We are flying into London, and back home from Dublin. 14 days to see England, Scotland and Ireland. I know it's not a long amount of time, but we like to move around. Suggestions on towns and things to see, where to stay and how to get there is appreciated!
Fourteen days might be enough for Scotland. It won't touch either Ireland or England. Look at the transit times - - it doesn't work. Since you've apparently already bought your tickets, make it England and Ireland, but you won't see much of either. Maybe London and somewhere close, then Dublin and somewhere close.
You really don't have time to cove that much territory. I recommend a week in London with several day trips (lots of possibilities- see website at end of this post). Then spend 1 or 2 days in Dublin , then move to somewhere on the Dingle pennsulia- you'll need to rent a car in Ireland. Do day trips from there. You'll save money if you rent a house or aparement in Ireland and an apartment in London. http://www.aaacarolinas.com/Magazine/2008/Jan-Feb/britain.htm?zip=28105&stateprov=nc&city=matthews
Will you br driving? Taking the train? Your mode of transport will make a difference. And - wow. There is so much to choose from, it would help the commenters to know your personal preferences. Are you museum lovers? Are you outdoorsy? Are you foodies? History buffs? Royal watchers? Beer drinkers? Do you hanker to see the Big Famous Sights, or do you prefer off-the-beaten-path sorts of things? Do you care about standing stones and menhirs and Merlin, or could you happily visit the UK without stopping off at Stonehenge? Do you love great cathedrals? Are you music lovers? What period of music? Do you like the Beatles? Do you watch "Coronation Street?" Have you ever dreamed of taking a picnic and hiring a punt? Do you watch soccer? Cricket? Darts? How about stately homes? There are oodles of places like Chatsworth to visit if you like glorious old piles where rich folks lived. And cemetaries! I think you could almost focus a tour on seeing weathered old headstones in romantic countryside.... So - yes, lots and lots to choose from. If I were you I would start by thinking about those questions, and then I would rent a couple of travel DVDs to see what tickles your fancy... or you can buy DVDs on this site. Oh - and what about Wales? I am utterly in love with Wales... there's plenty to see there, too - right on the way to Ireland.

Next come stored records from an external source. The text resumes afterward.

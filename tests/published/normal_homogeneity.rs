//! The standard normal homogeneity test against simulated levels and the formula as it is printed.

use risefall::null_distribution::draws::Draws;
use risefall::null_distribution::normal_walk::{Family, LargestContrast};
use serde_json::json;

use crate::reference::{ask, fact, file};

include!("../reference/homogeneity_levels.rs");

/// T0 as H. Alexandersson (1986) states it, step by step.
fn naive(readings: &[f64]) -> (f64, usize) {
    let n = readings.len() as f64;
    let mean = readings.iter().sum::<f64>() / n;
    let deviation = (readings.iter().map(|reading| (reading - mean).powi(2)).sum::<f64>() / (n - 1.0)).sqrt();
    let z: Vec<f64> = readings.iter().map(|reading| (reading - mean) / deviation).collect();
    let average = |part: &[f64]| part.iter().sum::<f64>() / part.len() as f64;
    let t = |k: usize| k as f64 * average(&z[..k]).powi(2) + (n - k as f64) * average(&z[k..]).powi(2);
    (1..readings.len()).map(|k| (t(k), k)).max_by(|a, b| a.0.total_cmp(&b.0)).unwrap()
}

#[test]
fn statistic_as_printed() {
    for name in ["Nile", "LakeHuron", "lynx", "sunspot_year", "nottem"] {
        let readings = file("datasets.json")[name]["values"].clone();
        let numbers: Vec<f64> = readings.as_array().unwrap().iter().filter_map(|value| value.as_f64()).collect();
        let outcome = ask("normal-homogeneity", json!({ "readings": readings, "draws": 1000 })).1.unwrap();
        let (t0, split) = naive(&numbers);
        assert!((outcome.statistic.value - t0).abs() < 1e-10 * t0, "{name}");
        assert_eq!(fact(&outcome, "readings_before"), split as f64, "{name}");
        let mean = |part: &[f64]| part.iter().sum::<f64>() / part.len() as f64;
        assert!((fact(&outcome, "level_before") - mean(&numbers[..split])).abs() < 1e-9, "{name}");
        assert!((fact(&outcome, "level_after") - mean(&numbers[split..])).abs() < 1e-9, "{name}");
    }
}

/// The chance of exceeding levels that were simulated elsewhere is the stated one. H. Alexandersson and A. Moberg (1997) print for
/// 5 % (from memory) 6.95 for 20, 7.65 for 30, 8.45 for 50 and 9.15 for 100 readings; they agree with the levels to 0.15.
#[test]
fn critical_values() {
    for (n, level, point) in HOMOGENEITY_LEVELS {
        let largest = LargestContrast { family: Family::Standardised, readings: n, one_sided: false };
        let size = (point / (n as f64 - 1.0)).sqrt();
        let got = largest.simulate(size, 10_000, &mut Draws::seeded(12));
        let error = got.error.hypot((level * (1.0 - level) / 400_000.0_f64).sqrt());
        assert!((got.chance - level).abs() < 4.0 * error, "{n} {level}: {got:?}");
        assert!(largest.upper_bound(size) > got.chance - 4.0 * error);
    }
    for (n, printed) in [(20, 6.95), (30, 7.65), (50, 8.45), (100, 9.15)] {
        let (.., point) = HOMOGENEITY_LEVELS.into_iter().find(|&(size, level, _)| size == n && level == 0.05).unwrap();
        assert!((point - printed).abs() < 0.15, "{n}: {point} {printed}");
    }
}

/// Limits and words have no size; the refusals say what to do instead.
#[test]
fn readings_without_a_size_are_refused() {
    let limits = ask("normal-homogeneity", json!({ "readings": "1.2, <0.5, 2.0, 1.7" })).1.unwrap_err();
    assert!(limits.to_string().contains("pettitt"));
    let words =
        ask("normal-homogeneity", json!({ "readings": ["poor", "good", "fair", "good"], "grades": "poor < fair < good" }));
    assert_eq!(words.1.unwrap_err().code(), "scale");
}

/// The same seed gives the same p, and a shifted and rescaled series has the same one.
#[test]
fn shift_and_scale_change_nothing() {
    let readings = [3.1, 2.9, 3.4, 3.3, 3.0, 3.6, 4.6, 4.2, 4.7, 4.5, 4.4, 4.1];
    let moved: Vec<f64> = readings.iter().map(|reading| 1000.0 + 8.0 * reading).collect();
    let p = |readings: &[f64]| ask("normal-homogeneity", json!({ "readings": readings })).1.unwrap();
    let (first, second) = (p(&readings), p(&moved));
    assert!((first.p.value - second.p.value).abs() < 1e-9 * first.p.value);
    assert_eq!(first.p, p(&readings).p);
}
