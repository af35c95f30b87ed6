' Asks the Risefall service on this machine whether readings rise, fall or only fluctuate. For LibreOffice Calc.
'
' In a cell:    =TREND_P(G6:G109)   =TREND_P(G6:G109;"rising")   =TREND_CONCLUSION(C6:C109;"rising";"poor < fair < good")
'               =TREND_FACT(G6:G109;"share_of_rises")
' As macros:    JudgeSelection      writes a small table beside what is on the sheet
'               AnnotateWorkbook    stores a copy with new sheets beside the workbook, which itself is never written to
'
' Readings stand in time order, oldest first. Nothing leaves this machine.
Option Explicit

Private Const SERVICE = "http://127.0.0.1:7373"
Private Const TEST_NAME = "cox-stuart"

' ---------------------------------------------------------------- Functions for cells

' The p-value; a sentence if there is none.
Function TREND_P(readings, Optional sought, Optional grades)
    TREND_P = OneFact(readings, "p", IIf(IsMissing(sought), "", sought), IIf(IsMissing(grades), "", grades))
End Function

' rising, falling, not shown or too few.
Function TREND_CONCLUSION(readings, Optional sought, Optional grades)
    TREND_CONCLUSION = OneFact(readings, "conclusion", IIf(IsMissing(sought), "", sought), IIf(IsMissing(grades), "", grades))
End Function

' Any one fact by its name, such as sentence, rises, falls, ties, pairs or share_of_rises.
Function TREND_FACT(readings, fact, Optional sought, Optional grades)
    TREND_FACT = OneFact(readings, fact, IIf(IsMissing(sought), "", sought), IIf(IsMissing(grades), "", grades))
End Function

Private Function OneFact(readings, fact, sought, grades)
    Dim body As String
    body = RequestBody("", ValuesAsJson(readings), "", IIf(sought = "", "either", sought), grades)
    OneFact = AsCellValue(Ask("reply=text&give=" & fact, body))
End Function

' ---------------------------------------------------------------- Judge the selection

' The selection has its headings in the first row. If its first column holds dates, they are the moments of the readings.
Sub JudgeSelection
    Dim area, sought As String, grades As String
    area = ThisComponent.CurrentSelection
    If Not area.supportsService("com.sun.star.sheet.SheetCellRange") Then
        MsgBox "Select the readings with their headings first.", 64, "Risefall"
        Exit Sub
    End If
    area = InUse(area)
    If area.Rows.Count < 2 Then
        MsgBox "Select the readings below their headings too.", 64, "Risefall"
        Exit Sub
    End If
    sought = InputBox("Which change would count as evidence: rising, falling or either?", "Risefall", "either")
    If sought = "" Then Exit Sub
    If HoldsWords(BelowHeadings(area, 0, area.Columns.Count - 1)) Then
        grades = InputBox("If a column holds grades, their order, lowest first, such as: poor < fair < good" & Chr(10) & _
            "Leave this blank for a usual order.", "Risefall")
    End If
    JudgeRange(ThisComponent, area, sought, grades, FreeCorner(area))
End Sub
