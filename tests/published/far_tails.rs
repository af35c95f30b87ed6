//! Far tails, where one minus the other tail would be 0, against whole-number counts (`tests/reference/far_tails.py`).

use std::collections::HashSet;

use risefall::method::METHODS;
use risefall::null_distribution::By;
use serde_json::Value;

use crate::reference::{ask, close, fact, file};

/// Tests without an exact p, and why.
const NEVER_EXACT: [(&str, &str); 4] = [
    ("buishand-range", "p by simulation or by a bound"),
    ("normal-homogeneity", "p by simulation or by a bound"),
    ("partial-kendall", "p by the normal approximation alone"),
    ("watch", "p is an upper limit"),
];

#[test]
fn far_tails_keep_their_digits() {
    let mut judged = HashSet::new();
    for case in file("far_tails.json").as_array().unwrap() {
        let text = |key: &str| case[key].as_str().unwrap();
        let what = format!("{}, {} readings", text("method"), case["body"]["readings"].as_array().unwrap().len());
        let outcome = ask(text("method"), case["body"].clone()).1.unwrap_or_else(|refusal| panic!("{what}: {refusal}"));
        assert_eq!(outcome.p.by, By::Exact, "{what}");
        let expected: f64 = text("value").parse().unwrap();
        close(fact(&outcome, text("key")), &Value::from(expected), 1e-10, &what);
        judged.insert(text("method").to_owned());
    }
    for method in METHODS.iter().map(|method| method.card.key) {
        let checked = judged.contains(method) || NEVER_EXACT.iter().any(|(key, _)| *key == method);
        assert!(checked, "{method} has no far tail in tests/reference/far_tails.py");
    }
}
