//! Turning points and runs up and down against a published example, tables and enumeration.

use risefall::null_distribution::turns;
use serde_json::{Value, json};

use crate::reference::{ask, close, data, fact, file, oracle, published};

fn body(case: &Value, extra: Value) -> Value {
    let mut body = json!({ "readings": data(case) });
    body.as_object_mut().unwrap().extend(extra.as_object().unwrap().clone());
    body
}

/// M. G. Kendall, *Time-Series* (1973), chapter 2, yields of barley: 35 turning points, 34.67 expected, variance 9.278.
/// The figures hold for equal neighbours taken as one and readings without ties.
#[test]
fn yields_of_barley() {
    let case = published("turning_points", "kendall_barley");
    let (_, outcome) = ask("turning-points", body(&case, json!({ "ties": "ignored" })));
    let outcome = outcome.unwrap();
    assert_eq!(outcome.statistic.value, case["published"]["turning_points"].as_f64().unwrap());
    assert!((fact(&outcome, "expected") - 34.67).abs() < 0.005 && (fact(&outcome, "variance") - 9.278).abs() < 0.0005);
    close(fact(&outcome, "p_smooth"), &case["recomputed"]["p_exact_few"], 1e-11, "few");
    close(fact(&outcome, "p_alternating"), &case["recomputed"]["p_exact_many"], 1e-11, "many");
    let (_, strict) = ask("turning-points", body(&case, json!({ "equal": "strict" })));
    assert_eq!(strict.unwrap().statistic.value, case["recomputed"]["turning_points_strict_raw"].as_f64().unwrap());
}

/// Reference values by recursion; `made_by` in the file says with what they were cross-checked. They refer tied readings to
/// the distribution of untied ones, as `ties=ignored` does.
#[test]
fn reference_values() {
    let mut checked = 0;
    for case in oracle("runs_up_down_and_turning_points") {
        let id = case["id"].as_str().unwrap();
        let expected = &case["expected"];
        if id == "runs_updown/n2_up" {
            for method in ["runs-up-down", "turning-points"] {
                let refusal = ask(method, body(&case, json!({}))).1.unwrap_err();
                assert_eq!(refusal.code(), "too-few-readings", "{id}: two readings have but one order up to direction");
            }
            continue;
        }
        let outcome = |method: &str, extra: Value| ask(method, body(&case, extra)).1.unwrap();
        let runs = outcome("runs-up-down", json!({ "ties": "ignored" }));
        let turns = outcome("turning-points", json!({ "ties": "ignored" }));
        assert_eq!(fact(&runs, "counted"), expected["n_after_collapsing_equal_neighbours"].as_f64().unwrap(), "{id}");
        assert_eq!(runs.statistic.value, expected["runs_up_down"].as_f64().unwrap(), "{id}");
        assert_eq!(turns.statistic.value, expected["turning_points"].as_f64().unwrap(), "{id}");
        close(fact(&runs, "expected"), &expected["mean_runs"], 1e-12, id);
        close(fact(&turns, "expected"), &expected["mean_turning_points"], 1e-12, id);
        for outcome in [&runs, &turns] {
            close(fact(outcome, "variance"), &expected["var"], 1e-12, id);
            assert!((fact(outcome, "z") - expected["z"].as_f64().unwrap()).abs() < 1e-12, "{id}");
            close(fact(outcome, "p_smooth"), &expected["p_exact_few"], 1e-11, id);
            close(fact(outcome, "p_alternating"), &expected["p_exact_many"], 1e-11, id);
        }
        let normal = outcome("runs-up-down", json!({ "ties": "ignored", "p_by": "normal" }));
        close(normal.p.value, &expected["p_two_cc"], 1e-9, id);
        let strict = outcome("turning-points", json!({ "equal": "strict" }));
        assert_eq!(strict.statistic.value, expected["turning_points_strict_raw"].as_f64().unwrap(), "{id}");
        checked += 1;
    }
    assert!(checked >= 7, "only {checked} reference values were found");
}

/// The numbers of permutations with r runs up and down, by André's recursion in whole numbers.
#[test]
fn counts_of_permutations() {
    let table = file("tables.json")["runs_up_down"]["table"].clone();
    let mut checked = 0;
    for (n, row) in table.as_object().unwrap() {
        let n: usize = n.parse().unwrap();
        let null = turns::untied(n);
        let all: f64 = (1..=n).map(|k| k as f64).product();
        for (runs, count) in row.as_object().unwrap() {
            let expected = count.as_f64().unwrap() / all;
            let got = null.mass(runs.parse::<i64>().unwrap() - 1);
            assert!((got - expected).abs() <= 1e-13 * expected, "n {n}, {runs} runs: {got:e} {expected:e}");
            checked += 1;
        }
    }
    assert!(checked > 250, "only {checked} entries of the table were checked");
}

/// Readings of two values alternate at every step once equal neighbours are taken as one, so that nothing can be learnt: p is 1
/// when ties are allowed for, where the distribution of untied readings would claim a pattern.
#[test]
fn two_values_always_alternate() {
    let readings = [0, 0, 1, 0, 0, 1, 0, 0, 0, 1, 1, 0, 1, 1, 0, 1, 1, 1, 0, 1];
    let p = |ties: &str| {
        let (_, outcome) = ask("turning-points", json!({ "readings": readings, "ties": ties, "toward": "alternating" }));
        outcome.unwrap().p.value
    };
    assert!(p("ignored") < 0.02);
    let (_, outcome) = ask("runs-about-median", json!({ "readings": readings, "toward": "alternating" }));
    assert!((p("corrected") - outcome.unwrap().p.value).abs() < 1e-12, "for two values the two tests count the same runs");
}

I'm a little more optimistic than Ed but you can easily spend 14 days on either island. I suggest you get Rick's books on Great Britain and Ireland. Pay attention to his recommended priorities. Decide how you want to split your time between the islands. For GB Rick would have you go to London for 3 days. Bath for 2 and Edinburgh for 2. York would get 1 day. In Ireland Dublin would get 2 days and Dingle 2. I think he then has Belfast but I think that's with a heavy dose of political correctness. IMHO, I think you should give more weight to GB. I'll throw out a suggestion for you to consider and others to refute. After arriving in London, start in Bath for 2 nights. Go back into London for 3 nights. Take the train to York and stay 2 nights. Go onto Edinburgh for 2 nights. Hop over to Shannon and visit Dingle for 2 nights (You'll need a car here). Drive to Dublin through Cashell (see the Rock of Cashell) and Glendalough. You'll probably need to spend the night in Cashell. Finish up in Dublin but consider seeing Newgrange/Knowth if you can. Personally, I'd pick one island and see more of it.
Four days in London with one day-trip to a place of your choice: Bath, Cambridge, Cotswalds, etc. Four days Edinburgh with one or two daytrips. Fly to Dublin, take the train to Galway, drive a rental car all over western Ireland. Return to Dublin to fly home. Get books for all the options for things to do in these countries. In London, if it's your first time, Westminster Abbey, Buckingham Palace, Trafalgar Square area, are basic sights. RS has walking tours for London. Many museums are free: the British Museum, National Gallery, Tate, Victoria and Albert, etc.